4. ビットコインETFが3日連続流出、合計4億4,950万ドル|CPI発表控え様子見ムード

米国の現物ビットコインETFは9月8日から10日にかけて3営業日連続の資金流出となり、合計流出額は約4億4,950万ドルに達した。9月10日単日では約2億8,270万ドル、翌11日にも約1,320万ドルの流出が続いた。8月の消費者物価指数(CPI)発表を控え、機関投資家がリスク資産へのエクスポージャーを一時的に引き下げた形で、9月に入ってからの資金フローは流入と流出を繰り返す不安定な展開が続いている。

情報源: CryptoTimes

💡 活用の一言: ETF資金フローの短期的な増減だけで市場心理を判断せず、複数日にわたるトレンドや裏付けとなるマクロ指標と合わせて確認したい。


5. 8月米CPIは前年比3.4%で市場予想通り|ビットコインは急落後に77,000ドル台へ回復

9月11日発表の8月米消費者物価指数(CPI)は前年比3.4%上昇と市場予想通りの水準となった一方、コアCPIは前月比0.3%上昇とやや予想を上回り、前年比では2.4%と2021年3月以来の低水準に鈍化した。発表直後、ビットコインは一時1,000ドル前後急落したものの、金や株式市場とともにすぐに値を戻し、77,000ドル台まで回復した。市場では、今回のコアCPIの上振れは需要主導のインフレではなく供給要因によるものとの見方が広がり、リスク資産の買い戻しにつながったとみられる。

情報源: The Coin Republic

💡 活用の一言: CPI発表直後の値動きは一時的なボラティリティであることが多く、翌週以降のFOMC会合など次のマクロイベントまでの値幅も含めて評価したい。

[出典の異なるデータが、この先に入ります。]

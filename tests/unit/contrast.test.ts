import { readFileSync } from "node:fs";
import path from "node:path";
import { describe, expect, it } from "vitest";

// WCAG 2.1 relative luminance and contrast ratio, success criterion 1.4.3 (>= 4.5:1 for body text).
function luminance(hex: string) {
  const [r, g, b] = [1, 3, 5].map((i) => parseInt(hex.slice(i, i + 2), 16) / 255).map((c) => (c <= 0.04045 ? c / 12.92 : ((c + 0.055) / 1.055) ** 2.4));
  return 0.2126 * r + 0.7152 * g + 0.0722 * b;
}
function contrast(a: string, b: string) {
  const [hi, lo] = [luminance(a), luminance(b)].sort((x, y) => y - x);
  return (hi + 0.05) / (lo + 0.05);
}

const css = readFileSync(path.resolve(__dirname, "../../app/globals.css"), "utf8");
const colour = (name: string) => {
  const m = css.match(new RegExp(`--color-${name}:\\s*(#[0-9a-f]{6})`, "i"));
  if (!m) throw new Error(`--color-${name} not in globals.css`);
  return m[1];
};

describe("palette contrast (WCAG 2.1 SC 1.4.3)", () => {
  it("checks the formula on a known pair: black on white is 21:1", () => {
    expect(contrast("#000000", "#ffffff")).toBeCloseTo(21, 5);
  });

  const textOnBackgrounds: [string, string][] = [
    ["charcoal", "paper"],
    ["ink-muted", "paper"],
    ["ink-muted", "paper-deep"],
    ["spruce-700", "paper"],
    ["spruce-800", "paper"],
    ["ember-700", "paper"],
    ["danger", "paper"],
    ["danger", "danger-bg"],
    ["warn", "warn-bg"],
  ];
  it.each(textOnBackgrounds)("%s text on %s is at least 4.5:1", (fg, bg) => {
    expect(contrast(colour(fg), colour(bg))).toBeGreaterThanOrEqual(4.5);
  });

  it.each([["spruce-700"], ["ember-600"]])("white button text on %s is at least 4.5:1", (bg) => {
    expect(contrast("#ffffff", colour(bg))).toBeGreaterThanOrEqual(4.5);
  });
});
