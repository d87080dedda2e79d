// Drizzle wraps driver errors ("Failed query: ..."); SQLite's own message is in `cause`.
export async function sqlErrorOf(statement: PromiseLike<unknown>): Promise<string> {
  try {
    await statement;
  } catch (error) {
    const messages: string[] = [];
    for (let e: unknown = error; e instanceof Error; e = e.cause) messages.push(e.message);
    return messages.join("\n");
  }
  throw new Error("expected the statement to fail, but it succeeded");
}
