// Keystroke → results painted, measured in the page for the browser test and `npm run bench`.
// Each edit made during a user event (a keystroke, a pick, a click) is queued with the event's
// own timestamp; once the results panel has been rendered from that document (or a later one)
// and the browser has painted it, the time from the event to after that paint is pushed to
// `window.__warmsteadTimings` (ms). Edits made outside an event (loading, derived updates) are
// not counted on their own; a derived edit inside the same event extends that event's entry.
import type { AssessmentDoc } from "@/lib/assessment/doc";

declare global {
  interface Window {
    /** Milliseconds from each edit's input event to the first paint of results that reflect it. */
    __warmsteadTimings?: number[];
  }
}

const USER_EVENTS = new Set(["input", "change", "click", "keydown", "keyup", "keypress", "pointerdown", "pointerup", "mousedown", "mouseup", "paste", "cut", "drop", "submit"]);

type Pending = { doc: AssessmentDoc; at: number; event: Event };
const queue: Pending[] = [];

/** Call with the document an edit produced, while the edit's event is being handled. */
export function noteEdit(doc: AssessmentDoc) {
  const current = typeof window === "undefined" ? undefined : window.event;
  // Only a person's input counts; scheduler tasks (message events) and timers run derived edits.
  const event = current && USER_EVENTS.has(current.type) ? current : undefined;
  if (!event) {
    // A derived edit outside any event (e.g. a price refresh): the latest pending entry now waits for it.
    const last = queue.at(-1);
    if (last) last.doc = doc;
    return;
  }
  const last = queue.at(-1);
  if (last && last.event === event) last.doc = doc;
  else queue.push({ doc, at: event.timeStamp, event });
}

/** Call after committing results computed from `doc`: every edit up to it is measured after the next paint. */
export function noteResults(doc: AssessmentDoc) {
  const i = queue.findIndex((p) => p.doc === doc);
  if (i < 0) return;
  const done = queue.splice(0, i + 1);
  requestAnimationFrame(() => {
    // rAF runs before the frame is painted; a message posted from it is handled after the paint.
    const ch = new MessageChannel();
    ch.port1.onmessage = () => {
      const now = performance.now();
      (window.__warmsteadTimings ??= []).push(...done.map((p) => now - p.at));
      ch.port1.close();
    };
    ch.port2.postMessage(null);
  });
}
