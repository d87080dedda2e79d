"use client";

import { useMemo, useState } from "react";
import { builtInAssemblies, windowsAndDoors } from "@/calc";
import type { AssessmentSurface } from "@/lib/assessment/doc";
import { setAt, useAssessmentCtx } from "./context";
import { ChoiceField, NumField, TextField } from "./fields";

const kinds = [{ value: "wall", label: "Wall" }, { value: "ceiling", label: "Ceiling" }, { value: "floor", label: "Floor" }] as const;
const orientations = ["N", "NE", "E", "SE", "S", "SW", "W", "NW", "horizontal"].map((o) => ({ value: o as AssessmentSurface["orientation"], label: o === "horizontal" ? "Horizontal" : o }));

export function newSurface(kind: AssessmentSurface["kind"] = "wall"): AssessmentSurface {
  const stack = builtInAssemblies.find((a) => a.kind === kind)!;
  return { id: crypto.randomUUID(), name: kind === "wall" ? "New wall" : kind === "ceiling" ? "New ceiling" : "New floor", kind, orientation: kind === "wall" ? "N" : "horizontal", grossAreaFt2: 100, assemblyKey: stack.key, openings: [] };
}

export function SurfacesSection() {
  const { doc, update, readOnly } = useAssessmentCtx();
  const [selected, setSelected] = useState<Set<string>>(new Set());
  const [undo, setUndo] = useState<{ surface: AssessmentSurface; index: number } | null>(null);
  const stacks = useMemo(() => [...doc.assemblies, ...builtInAssemblies.filter((b) => !doc.assemblies.some((a) => a.key === b.key))], [doc.assemblies]);
  const [bulkKey, setBulkKey] = useState("");
  const totals = doc.surfaces.reduce(
    (t, s) => {
      const open = s.openings.reduce((a, o) => a + o.areaFt2 * (o.count ?? 1), 0);
      return { gross: t.gross + s.grossAreaFt2, openings: t.openings + open };
    },
    { gross: 0, openings: 0 },
  );

  const remove = (i: number) => {
    setUndo({ surface: doc.surfaces[i]!, index: i });
    update((d) => ({ ...d, surfaces: d.surfaces.filter((_, j) => j !== i), upgrades: d.upgrades }));
  };
  const duplicate = (i: number) => update((d) => {
    const src = d.surfaces[i]!;
    const copy = { ...structuredClone(src), id: crypto.randomUUID(), name: `${src.name} (copy)`, openings: src.openings.map((o) => ({ ...o, id: crypto.randomUUID() })) };
    return { ...d, surfaces: [...d.surfaces.slice(0, i + 1), copy, ...d.surfaces.slice(i + 1)] };
  });

  return (
    <section aria-labelledby="surfaces-h" className="card space-y-4">
      <div className="flex flex-wrap items-center justify-between gap-3">
        <h2 id="surfaces-h" className="text-xl font-semibold text-spruce-800">Surfaces</h2>
        {!readOnly ? (
          <div className="flex flex-wrap gap-2">
            {kinds.map((k) => (
              <button key={k.value} type="button" className="btn-ghost" onClick={() => update((d) => ({ ...d, surfaces: [...d.surfaces, newSurface(k.value)] }))}>Add {k.label.toLowerCase()}</button>
            ))}
          </div>
        ) : null}
      </div>
      {undo ? (
        <p role="status" className="flex flex-wrap items-center gap-3 rounded-md bg-paper-deep px-3 py-2">
          Deleted “{undo.surface.name}”.
          <button type="button" className="btn-ghost" onClick={() => { update((d) => ({ ...d, surfaces: [...d.surfaces.slice(0, undo.index), undo.surface, ...d.surfaces.slice(undo.index)] })); setUndo(null); }}>Undo</button>
        </p>
      ) : null}
      {!readOnly && selected.size > 0 ? (
        <div className="flex flex-wrap items-end gap-2 rounded-md bg-spruce-50 p-3">
          <div className="min-w-64 flex-1">
            <label htmlFor="bulk-stack" className="field-label">Layer stack for the {selected.size} selected</label>
            <select id="bulk-stack" className="field-input" value={bulkKey} onChange={(e) => setBulkKey(e.target.value)}>
              <option value="">Choose…</option>
              {stacks.map((a) => <option key={a.key} value={a.key}>{a.name}</option>)}
            </select>
          </div>
          <button type="button" className="btn-primary" disabled={!bulkKey} onClick={() => { update((d) => ({ ...d, surfaces: d.surfaces.map((s) => (selected.has(s.id) ? { ...s, assemblyKey: bulkKey } : s)) })); setSelected(new Set()); }}>Apply to selected</button>
        </div>
      ) : null}

      <ol className="space-y-3" data-testid="surface-list">
        {doc.surfaces.map((s, i) => (
          <li key={s.id} className="rounded-lg border border-line p-3" data-testid={`surface-${i}`}>
            <div className="grid gap-3 sm:grid-cols-2 lg:grid-cols-6">
              {!readOnly ? (
                <label className="flex items-center gap-2 self-end pb-3 text-sm lg:col-span-6">
                  <input type="checkbox" className="h-5 w-5" checked={selected.has(s.id)} onChange={(e) => { const next = new Set(selected); if (e.target.checked) next.add(s.id); else next.delete(s.id); setSelected(next); }} />
                  Select “{s.name}” for bulk edit
                </label>
              ) : null}
              <TextField path={`surfaces.${i}.name`} label="Label" className="lg:col-span-2" value={s.name} onValue={(v) => update((d) => setAt(d, ["surfaces", i, "name"], v))} />
              <ChoiceField path={`surfaces.${i}.kind`} label="Kind" value={s.kind} options={kinds} onValue={(v) => update((d) => setAt(d, ["surfaces", i, "kind"], v))} />
              <ChoiceField path={`surfaces.${i}.orientation`} label="Orientation" value={s.orientation} options={orientations} onValue={(v) => update((d) => setAt(d, ["surfaces", i, "orientation"], v))} />
              <NumField path={`surfaces.${i}.grossAreaFt2`} label="Gross area (ft²)" value={s.grossAreaFt2} onValue={(n) => update((d) => setAt(d, ["surfaces", i, "grossAreaFt2"], n ?? Number.NaN))} />
              <ChoiceField path={`surfaces.${i}.assemblyKey`} label="Existing layer stack" className="lg:col-span-3" value={s.assemblyKey} options={stacks.filter((a) => a.kind === s.kind).map((a) => ({ value: a.key, label: a.name }))} onValue={(v) => update((d) => setAt(d, ["surfaces", i, "assemblyKey"], v))} />
              <p className="text-sm text-ink-muted lg:col-span-3 lg:self-center">Proposed: {proposedFor(doc.upgrades, s)}</p>
            </div>
            <Openings index={i} />
            {!readOnly ? (
              <div className="mt-2 flex flex-wrap gap-2">
                <button type="button" className="btn-ghost" onClick={() => duplicate(i)}>Duplicate “{s.name}”</button>
                <button type="button" className="btn-ghost text-danger" onClick={() => remove(i)}>Delete “{s.name}”</button>
              </div>
            ) : null}
          </li>
        ))}
      </ol>
      <p className="rounded-md bg-paper-deep px-3 py-2 font-semibold" data-testid="surface-totals">
        {doc.surfaces.length} surfaces · gross {Math.round(totals.gross).toLocaleString("en-US")} ft² · windows and doors {Math.round(totals.openings).toLocaleString("en-US")} ft² · net {Math.round(totals.gross - totals.openings).toLocaleString("en-US")} ft²
      </p>
    </section>
  );
}

function proposedFor(upgrades: ReturnType<typeof useAssessmentCtx>["doc"]["upgrades"], s: AssessmentSurface) {
  const hits = upgrades.filter((u) =>
    u.type === "dense-pack-walls" ? s.kind === "wall" && (u.surfaceIds === "all-walls" || (Array.isArray(u.surfaceIds) && u.surfaceIds.includes(s.id)))
      : u.type === "attic-insulation" ? s.kind === "ceiling" && (u.surfaceIds === undefined || u.surfaceIds === "all-ceilings" || (Array.isArray(u.surfaceIds) && u.surfaceIds.includes(s.id)))
        : u.type === "windows" ? s.openings.some((o) => o.kind === "window") : false,
  );
  return hits.length ? hits.map((u) => u.name ?? u.type).join(", ") : "no change";
}

function Openings({ index }: { index: number }) {
  const { doc, update, readOnly } = useAssessmentCtx();
  const s = doc.surfaces[index]!;
  if (s.openings.length === 0 && readOnly) return null;
  return (
    <div className="mt-3 space-y-2 border-t border-line pt-3">
      <h3 className="text-sm font-semibold">Windows and doors in “{s.name}”</h3>
      {s.openings.map((o, j) => (
        <div key={o.id ?? j} className="grid gap-3 sm:grid-cols-2 lg:grid-cols-5">
          <ChoiceField path={`surfaces.${index}.openings.${j}.productKey`} label="Type" className="lg:col-span-2" value={o.productKey ?? ""} options={windowsAndDoors.filter((w) => w.kind === o.kind).map((w) => ({ value: w.key, label: `${w.name} (U ${w.uFactorIP})` }))} onValue={(v) => update((d) => setAt(d, ["surfaces", index, "openings", j, "productKey"], v))} />
          <NumField path={`surfaces.${index}.openings.${j}.areaFt2`} label="Area each (ft²)" value={o.areaFt2} onValue={(n) => update((d) => setAt(d, ["surfaces", index, "openings", j, "areaFt2"], n ?? Number.NaN))} />
          <NumField path={`surfaces.${index}.openings.${j}.count`} label="How many" value={o.count ?? 1} onValue={(n) => update((d) => setAt(d, ["surfaces", index, "openings", j, "count"], n ?? Number.NaN))} />
          {!readOnly ? <button type="button" className="btn-ghost self-end" onClick={() => update((d) => setAt(d, ["surfaces", index, "openings"], d.surfaces[index]!.openings.filter((_, k) => k !== j)))}>Remove</button> : null}
        </div>
      ))}
      {!readOnly && s.kind === "wall" ? (
        <div className="flex gap-2">
          <button type="button" className="btn-ghost" onClick={() => update((d) => setAt(d, ["surfaces", index, "openings"], [...s.openings, { id: crypto.randomUUID(), kind: "window", areaFt2: 12, count: 1, productKey: "window-double-nonmetal" }]))}>Add window</button>
          <button type="button" className="btn-ghost" onClick={() => update((d) => setAt(d, ["surfaces", index, "openings"], [...s.openings, { id: crypto.randomUUID(), kind: "door", areaFt2: 20, count: 1, productKey: "door-wood" }]))}>Add door</button>
        </div>
      ) : null}
    </div>
  );
}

6. Binanceのビットコイン準備高が2年ぶり高水準に|693,000BTCで大手取引所全体の3割を保有

オンチェーン分析によると、Binanceが保有するビットコイン準備高は約693,000BTCまで増加し、過去2年間で最高水準に達した。これは主要取引所全体が保有するBTCの約30%に相当し、4月下旬以降で約77,000BTC増加した計算になる。オンチェーン分析企業Santimentは、この夏はビットコイン価格が40%近く変動したにもかかわらず取引所の準備高自体はほとんど動かなかったと指摘し、準備高の増加を単純に「売り圧力の高まり」と解釈することに注意を促している。

情報源: 24/7 Wall St

💡 活用の一言: 取引所残高の増減は資金移動やカストディ統合など複数の要因で起こり得るため、単一の指標だけで売買判断をしないよう注意したい。


まとめ

本日取り上げた6本のニュースを俯瞰すると、クロスチェーンブリッジやサイドチェーンを狙ったハッキング・ランサム要求への対応が引き続き業界の課題として浮き彫りになる一方、ETF資金フローやオンチェーン指標からは、CPI発表などマクロイベントを見極めながら投資家・取引所双方が慎重にポジションを調整している様子がうかがえる。

本記事は情報提供を目的としており、投資勧誘を意図するものではありません。投資判断はご自身の責任で行ってください。

本記事は2026年9月13日時点の情報をもとに作成しています。最新情報は各引用元サイトをご確認ください。